EXERCISE INSTRUCTIONS: When you find the line with "last event. */" among the records below, reproduce it and each line after it exactly, ending with the line with "this.pendingMs = 0;".

DATA EXTRACT START

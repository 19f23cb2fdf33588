import type { EventDraft } from '../../../procedures/engine/showing';

/** A clock that jumped by more than this is an event of its own; less is what network time corrects every day. */
export const notedJumpMs = 120_000;

/** Notices when someone sets the device's clock, by comparing it with the one that nobody can set. */
export class ClockWatch {
  private offset = 0;
  private pendingMs = 0;

  constructor(
    private readonly now: () => number,
    private readonly monotonic: () => number,
  ) {}

  /** Starts watching; `backMs` is by how much the clock already stands before the run's last event. */
  begin(backMs: number): void {
    this.offset = this.now() - this.monotonic();
    this.pendingMs = -backMs;
  }

  /** The event that is to be written first, when the clock has jumped since the last call. */
  drafts(): readonly EventDraft[] {
    const offset = this.now() - this.monotonic();
    const byMs = Math.round(offset - this.offset + this.pendingMs);
    if (Math.abs(byMs) < notedJumpMs) return [];
    this.offset = offset;
    this.pendingMs = 0;
    return [{ type: 'clock-jumped', data: { byMs } }];
  }
}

DATA EXTRACT END

EXPECTED OUTPUT:
  /** Starts watching; `backMs` is by how much the clock already stands before the run's last event. */
  begin(backMs: number): void {
    this.offset = this.now() - this.monotonic();
    this.pendingMs = -backMs;
  }

  /** The event that is to be written first, when the clock has jumped since the last call. */
  drafts(): readonly EventDraft[] {
    const offset = this.now() - this.monotonic();
    const byMs = Math.round(offset - this.offset + this.pendingMs);
    if (Math.abs(byMs) < notedJumpMs) return [];
    this.offset = offset;
    this.pendingMs = 0;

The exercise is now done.